Israeli Prime Minister Benjamin Netanyahu said a lot of things in his address to a joint meeting of the U.S. Congress on Tuesday, most of them foolish and some of them offensive. But one of his very first statements was among the most important: "Israel has no better friend than America," he claimed, "and America has no better friend than Israel."
The former is accurate. The latter is absurd.
Protecting Israel is a special project taken on by the United States. The reasons may be good and bad, but it's a burden we undertake. Israel does us no favors and is no use to us. Recognizing that fact hardly solves the decades-long Arab-Israeli conflict, but it ought to be the starting point for what Americans should debate--not Israel's policy toward its Palestinian subjects but America's policy toward Israel.
It's not actually clear which country is truly America's best friend. A traditional answer cites the United Kingdom, former colonial overlord turned key partner in world wars and in designing the institutional architecture of the Cold War West. Our vanquished enemies from World War II, Germany and Japan, also suggest themselves as the most economically and geopolitically significant of our close allies. The dark horse candidate is oft-neglected Canada, our biggest trade partner. It's tied into our electricity grid, and its prime ministers have tended to join us in legitimate wars while attempting to warn us off fiascos in Vietnam and Iraq. (Friends don't let friends get into military quagmires.) Canada took in American planes when U.S. airspace was closed on September 11, and Canada is a key source of human capital for the United States. So, three cheers for Canada.
Does that mean Israel is a friend at all? We are certainly a friend of Israel's. The United States gives the country billions in aid. Indeed, it is the largest recipient of American foreign assistance in the world, even though it's neither a poor country nor a large one. Netanyahu explained that his country and ours are such good friends because "we stand together to defend democracy."
There are democracies with more serious needs: India, Brazil, and Indonesia are all large developing democracies with many poor citizens.
"We stand together to advance peace," Netanyahu said. "We stand together to fight terrorism."
But not really. Israel doesn't contribute to international peacekeeping efforts. Israel isn't preventing Taiwan and the People's Republic of China from going to war. Israel fights terrorism, of course, but this hardly distinguishes it from dozens of other countries. Israel's lack of practical utility to the United States is no knock on it. It's a small country, which, despite its prosperity, simply doesn't have a ton of resources for solving global problems. And unlike, say, Sweden or the Netherlands, Israel faces substantial security challenges at home. While those other countries do what they can in the international arena, even though it isn't a huge amount, Israel focuses on its own problems.

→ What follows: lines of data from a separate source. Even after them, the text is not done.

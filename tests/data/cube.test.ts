// Reading sources into a cube of counts. References: the values the fixture generator wrote (make-fixtures.mjs:
// summary.expected.json, respondents.rows.json), tallied here by plain loops; GNU coreutils `sha256sum` for the file
// hash; percentages worked by hand.
import { execFileSync } from 'node:child_process';
import { mkdtempSync, readFileSync, writeFileSync } from 'node:fs';
import { tmpdir } from 'node:os';
import { join } from 'node:path';
import { describe, expect, it } from 'vitest';
import { readCube } from '../../src/data/cube.js';
import type { CubeSource } from '../../src/data/cube.js';
import { respondentsSource, summarySource } from './sources.js';
import type { Cube } from '../../src/data/types.js';
import { InputError } from '../../src/errors.js';

const fx = (name: string) => join(import.meta.dirname, '../fixtures/data', name);
const tmp = mkdtempSync(join(tmpdir(), 'warrant-cube-'));

function csv(name: string, text: string): string {
  const path = join(tmp, name);
  writeFileSync(path, text);
  return path;
}

async function failure(p: Promise<unknown>): Promise<InputError> {
  const e = await p.then(
    () => undefined,
    (err: unknown) => err,
  );
  expect(e).toBeInstanceOf(InputError);
  return e as InputError;
}

interface SummaryRow {
  provider: string;
  region: string;
  year: number;
  question: string;
  respondents: number;
  agreeing: number;
  population: number;
}
const summary = JSON.parse(readFileSync(fx('summary.expected.json'), 'utf8')) as SummaryRow[];

function cellsAsRows(cube: Cube) {
  return cube.cells.map((c) => ({
    provider: c.dims['Provider'],
    region: c.dims['Region'],
    year: Number(c.dims['Year']),
    question: c.dims['Question'],
    respondents: c.n,
    agreeing: c.agree,
    population: c.population,
  }));
}

describe('readCube, summary sources', () => {
  it('reads summary.xlsx (header on row 3, rich text, formulas) into one cell per row', async () => {
    const cube = await readCube(summarySource(fx('summary.xlsx'), { population: 'Population' }), ['Provider', 'Year'], 'data/summary.xlsx');
    expect(cube.sheet).toBe('Results');
    expect(cube.rows).toBe(summary.length);
    expect(cube.dimensions).toEqual(['Provider', 'Region', 'Year', 'Question']);
    expect(cellsAsRows(cube)).toEqual(summary);
    expect(cube.cells.map((c) => c.firstRow)).toEqual(summary.map((_, i) => i + 4));
    expect(cube.hasPopulation).toBe(true);
    expect(cube.approximate).toBe(false);
    expect(cube.values['Provider']).toEqual([...new Set(summary.map((r) => r.provider))]);
    // Reference: GNU coreutils sha256sum.
    const reference = execFileSync('sha256sum', [fx('summary.xlsx')], { encoding: 'utf8' }).split(' ')[0];
    expect(cube.sha256).toBe(reference);
  });

  it('reads the semicolon CSV to the same counts at every chunk boundary', async () => {
    const expected = summary.map((r) => ({ ...r, provider: r.provider === 'Szkoła Łąkowa' ? 'Szkoła; Łąkowa' : r.provider }));
    for (const chunkSize of [undefined, 1, 3, 8]) {
      const cube = await readCube(summarySource(fx('summary-semicolon.csv'), { population: 'Population' }), [], 'x.csv', chunkSize === undefined ? {} : { chunkSize });
      expect(cellsAsRows(cube)).toEqual(expected);
      expect(cube.cells.map((c) => c.firstRow)).toEqual(summary.map((_, i) => i + 2));
    }
  });

  it('derives approximate counts from a percent column written as 72%, 64 or 72.4', async () => {
    const cube = await readCube(summarySource(fx('percent.csv'), { agree: undefined, agreePercent: '% agree' }), [], 'percent.csv');
    // Worked by hand: round(72% × 50) = 36, round(64% × 50) = 32, round(72.4% × 37) = round(26.788) = 27,
    // 0% × 37 = 0, 100% × 120 = 120.
    expect(cube.cells.map((c) => [c.dims['Department'], c.dims['Question'], c.n, c.agree])).toEqual([
      ['Hanes', 'Q01', 50, 36],
      ['Hanes', 'Q02', 50, 32],
      ['Cerddoriaeth', 'Q01', 37, 27],
      ['Cerddoriaeth', 'Q02', 37, 0],
      ['Mathemateg', 'Q01', 120, 120],
    ]);
    expect(cube.cells.every((c) => c.approximate)).toBe(true);
    expect(cube.approximate).toBe(true);
    expect(cube.notes?.join(' ')).toMatch(/approximate/);
    expect(cube.notes?.join(' ')).not.toMatch(/fractions/);
  });

  it('reads a percent column of fractions as fractions and says so', async () => {
    const cube = await readCube(summarySource(fx('fractions.xlsx'), { agree: undefined, agreePercent: 'Agree share' }), [], 'fractions.xlsx');
    // Worked by hand: 0.72 × 50 = 36, 0.55 × 37 = 20.35 -> 20, 1 × 120 = 120.
    expect(cube.cells.map((c) => [c.dims['Department'], c.n, c.agree])).toEqual([
      ['Hanes', 50, 36],
      ['Cerddoriaeth', 37, 20],
      ['Mathemateg', 120, 120],
    ]);
    expect(cube.notes?.[0]).toMatch(/"Agree share".*fractions/);
  });

  it('skips blank rows, accepts thousands separators, and counts only data rows', async () => {
    const path = csv('blank.csv', 'Group,Respondents,Agreeing\n\nA,"1,204",600\n,,\nB,30,0\n');
    const cube = await readCube(summarySource(path), ['Group'], 'blank.csv');
    expect(cube.rows).toBe(2);
    expect(cube.cells.map((c) => [c.dims['Group'], c.n, c.agree, c.firstRow])).toEqual([
      ['A', 1204, 600, 3],
      ['B', 30, 0, 5],
    ]);
  });
});

describe('readCube, respondent-level sources', () => {
  interface Person {
    id: string;
    department: string;
    campus: string;
    year: string;
    [q: string]: string;
  }
  const people = JSON.parse(readFileSync(fx('respondents.rows.json'), 'utf8')) as Person[];

  /** Plain loop over the generated rows: the base leaves out blanks and code 9; agree is code 4 or 5. */
  function tally(dim: (p: Person) => string[]): Map<string, { n: number; agree: number }> {
    const out = new Map<string, { n: number; agree: number }>();
    for (const p of people) {
      for (const q of ['Q01', 'Q02', 'Q03', 'Q04', 'Q05']) {
        const a = p[q];
        if (a === '' || a === '9') continue;
        const key = JSON.stringify([...dim(p), q]);
        const t = out.get(key) ?? { n: 0, agree: 0 };
        t.n += 1;
        if (a === '4' || a === '5') t.agree += 1;
        out.set(key, t);
      }
    }
    return out;
  }

  function asMap(cube: Cube, dims: string[]): Map<string, { n: number; agree: number }> {
    const out = new Map<string, { n: number; agree: number }>();
    for (const c of cube.cells) out.set(JSON.stringify([...dims.map((d) => c.dims[d]), c.dims['question']]), { n: c.n, agree: c.agree });
    return out;
  }

  it('aggregates respondents.csv by department and campus like a plain tally', async () => {
    for (const chunkSize of [undefined, 7]) {
      const cube = await readCube(respondentsSource(fx('respondents.csv')), ['Department', 'Campus', 'question'], 'r.csv', chunkSize === undefined ? {} : { chunkSize });
      expect(cube.rows).toBe(people.length);
      expect(cube.dimensions).toEqual(['Department', 'Campus', 'question']);
      const expected = tally((p) => [p.department, p.campus]);
      expect(asMap(cube, ['Department', 'Campus'])).toEqual(expected);
      expect(cube.values['question']).toEqual(['Q01', 'Q02', 'Q03', 'Q04', 'Q05']);
    }
  });

  it('aggregates respondents.xlsx by year (numbers read as text) like a plain tally', async () => {
    const cube = await readCube(respondentsSource(fx('respondents.xlsx')), ['Year'], 'r.xlsx');
    expect(asMap(cube, ['Year'])).toEqual(tally((p) => [p.year]));
    expect(cube.sheet).toBe('Responses');
  });

  it('names row, column and value for an answer code out of range or not a number', async () => {
    const path = csv('codes.csv', 'ID,Dept,Q01,Q02\n1,A,4,5\n2,A,7,x\n3,A,9,\n');
    const e = await failure(readCube(respondentsSource(path, { questions: ['Q01', 'Q02'] }), ['Dept'], 'codes.csv'));
    expect(e.problems).toHaveLength(2);
    expect(e.problems[0]).toMatchObject({ file: 'codes.csv', row: 3, field: 'Q01', found: '7' });
    expect(e.problems[1]).toMatchObject({ row: 3, field: 'Q02', found: 'x' });
    expect(e.message).toContain('codes.csv, row 3: An answer code is outside 1 to 5 (field "Q01", found "7")');
  });

  it('refuses a question column name that is already a real column, and an unknown dimension', async () => {
    const path = csv('qcol.csv', 'ID,question,Q01\n1,x,4\n');
    const e = await failure(readCube(respondentsSource(path, { questions: ['Q01'] }), [], 'qcol.csv'));
    expect(e.problems[0]).toMatchObject({ row: 1, field: 'question_column', found: 'question' });
    const e2 = await failure(readCube(respondentsSource(fx('respondents.csv')), ['Departmnt'], 'r.csv'));
    expect(e2.problems[0]).toMatchObject({ row: 1, field: 'Departmnt', found: 'Departmnt' });
    expect(e2.message).toContain('Did you mean "Department"?');
  });
});

describe('readCube errors name the file, row, field and value', () => {
  const cases: Array<[string, string, Partial<CubeSource>, Record<string, unknown>, RegExp]> = [
    ['text in a count', 'G,Respondents,Agreeing\nA,10,5\nB,ten,3\n', {}, { row: 3, field: 'Respondents', found: 'ten' }, /not a number/],
    ['hexadecimal count', 'G,Respondents,Agreeing\nA,0x10,5\n', {}, { row: 2, field: 'Respondents', found: '0x10' }, /not a number/],
    ['negative count', 'G,Respondents,Agreeing\nA,10,-5\n', {}, { row: 2, field: 'Agreeing', found: '-5' }, /negative/],
    ['fractional count', 'G,Respondents,Agreeing\nA,10.5,5\n', {}, { row: 2, field: 'Respondents', found: '10.5' }, /whole number/],
    ['agree above respondents', 'G,Respondents,Agreeing\nA,10,11\n', {}, { row: 2, field: 'Agreeing', found: '11' }, /More people agreed/],
    ['group with no counts', 'G,Respondents,Agreeing\nA,10,5\nB,,\n', {}, { row: 3, field: 'Respondents', found: '' }, /no counts/],
    ['one count blank', 'G,Respondents,Agreeing\nA,,5\n', {}, { row: 2, field: 'Respondents', found: '' }, /blank/],
    ['duplicate group', 'G,Y,Respondents,Agreeing\nA,1,10,5\nB,1,10,5\nA,1,12,6\n', {}, { row: 4, field: 'G, Y', found: 'G = A, Y = 1' }, /repeats the group of row 2/],
    ['percent above 100', 'G,Respondents,Pct\nA,10,120%\n', { agree: undefined, agreePercent: 'Pct' }, { row: 2, field: 'Pct', found: '120%' }, /outside 0 to 100/],
    ['respondents above population', 'G,Respondents,Agreeing,Pop\nA,10,5,8\n', { population: 'Pop' }, { row: 2, field: 'Pop', found: '8' }, /eligible/],
    ['missing column', 'G,Respondants,Agreeing\nA,10,5\n', {}, { row: 1, field: 'respondents', found: 'Respondents' }, /Did you mean "Respondants"\? The columns found are "G", "Respondants", "Agreeing"/],
    ['duplicate header', 'G,G,Respondents,Agreeing\nA,B,10,5\n', {}, { row: 1, field: 'G' }, /same name/],
    ['header only', 'G,Respondents,Agreeing\n', {}, { row: 1 }, /no data rows/],
    ['blank lines only', '\n\n,,\n', {}, {}, /no rows with any text/],
  ];
  for (const [what, text, extra, problem, message] of cases) {
    it(what, async () => {
      const path = csv(`${what.replace(/ /g, '-')}.csv`, text);
      const e = await failure(readCube(summarySource(path, extra), [], 'in.csv'));
      expect(e.problems[0]).toMatchObject({ file: 'in.csv', ...problem });
      expect(e.message).toMatch(message);
      expect(e.message).toMatch(/Fix: /);
    });
  }

  it('reports every bad row at once', async () => {
    const path = csv('many.csv', 'G,Respondents,Agreeing\nA,xy,1\nB,2,3\nC,4,y\n');
    const e = await failure(readCube(summarySource(path), [], 'many.csv'));
    expect(e.problems.map((p) => p.row)).toEqual([2, 3, 4]);
  });

  it('empty files, 0-byte workbooks and files that are not workbooks', async () => {
    const empty = await failure(readCube(summarySource(fx('empty.csv')), [], 'empty.csv'));
    expect(empty.message).toMatch(/^empty\.csv: The file is empty/);
    const headerOnly = await failure(readCube(summarySource(fx('header-only.csv')), [], 'h.csv'));
    expect(headerOnly.problems[0]).toMatchObject({ row: 1 });
    const zeroXlsx = csv('zero.xlsx', '');
    const z = await failure(readCube(summarySource(zeroXlsx), [], 'zero.xlsx'));
    expect(z.message).toMatch(/not an XLSX workbook/);
    const notZip = await failure(readCube(summarySource(fx('not-a-zip.xlsx')), [], 'n.xlsx'));
    expect(notZip.message).toMatch(/^n\.xlsx: The file is not an XLSX workbook/);
  });

  it('a formula with no cached value names sheet, row and cell', async () => {
    const e = await failure(readCube(summarySource(fx('formula-no-cache.xlsx')), [], 'f.xlsx'));
    expect(e.message).toContain('f.xlsx, sheet "Results", row 3: A formula cell has no saved result');
    expect(e.problems[0]?.field).toBe('cell C3');
  });

  it('a claim column the summary file does not have', async () => {
    const e = await failure(readCube(summarySource(fx('summary.xlsx')), ['Provder'], 's.xlsx'));
    expect(e.problems[0]).toMatchObject({ sheet: 'Results', row: 3, field: 'Provder' });
    expect(e.message).toContain('Did you mean "Provider"?');
  });

  it('a title line above the header: the semicolon delimiter is still found, and the title (one cell of text) is passed over', async () => {
    const path = csv('title.csv', 'Results 2026\r\n\r\nG;Respondents;Agreeing\r\nA;10;5\r\n');
    const found = await readCube(summarySource(path), ['G'], 'title.csv');
    expect(found.cells.map((c) => [c.dims['G'], c.n, c.agree, c.firstRow])).toEqual([['A', 10, 5, 4]]);
    const cube = await readCube({ ...summarySource(path), headerRow: 3 }, ['G'], 'title.csv');
    expect(cube.cells.map((c) => [c.dims['G'], c.n, c.agree, c.firstRow])).toEqual([['A', 10, 5, 4]]);
  });

  it('a header row named explicitly', async () => {
    const path = csv('titled.csv', 'Results 2026\n\nG,Respondents,Agreeing\nA,10,5\n');
    const cube = await readCube({ ...summarySource(path), headerRow: 3 }, [], 't.csv');
    expect(cube.cells.map((c) => [c.dims['G'], c.n, c.agree, c.firstRow])).toEqual([['A', 10, 5, 4]]);
    const e = await failure(readCube({ ...summarySource(path), headerRow: 2 }, [], 't.csv'));
    expect(e.problems[0]).toMatchObject({ row: 2, field: 'header_row' });
  });
});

Israel's definition of those problems -- especially as outlined by Netanyahu -- is quite expansive. According to Netanyahu, it's in the vital interest of Israel to annex 100 percent of Jerusalem to the Jewish state, including neighborhoods that are inhabited nearly exclusively by Palestinians. Netanyahu also thinks it's vital for Israel to prevent any hypothetical future Republic of Palestine to have a military. But that's not to say he thinks there should be no military on Palestinian soil; he just wants to make sure it's an Israeli military stationed in the Jordan River Valley. For good measure, he added that "in Judea and Samaria [that is, the West Bank], the Jewish people are not foreign occupiers."
This is not an agenda that takes the interests of the region's Arab population seriously. Which makes sense, in a way. Israel is a democracy, as Netanyahu was at pains to note, and its prime minister is accountable to an Israeli electorate. The current Israeli priority is to enforce the interests of Israelis rather than promote fairness for Arabs. But when America positions itself as Israel's best friend, this signals to Palestinians and hundreds of millions of Arabs and Muslims around the world that we, too, don't take the interests of the Palestinian people seriously. One can debate how big an impact this has on our policies throughout the greater Middle East, but it clearly doesn't help.
American pundits have spent a lot of time over the past week debating the merits of Netanyahu's strategy for Israel. But what we really ought to talk about is America's strategy for America. Personally, I think Netanyahu's view of Israel's interests is mistaken. But too much of the discourse about his policies has taken this tack. It's genuinely not America's place to second-guess the Israeli electorate about settlements or East Jerusalem. But it shouldn't be America's place to do what Congress did on Monday and simply stand and cheer while a foreign prime minister offers absurd lies about who America's friends are in the world. Israeli politics has taken an aggressively hawkish and nationalistic turn over the past decade, and whether or not that's good for Israel, it's certainly not good for the United States. The starting point for our policy ought to be to recognize that and respond accordingly.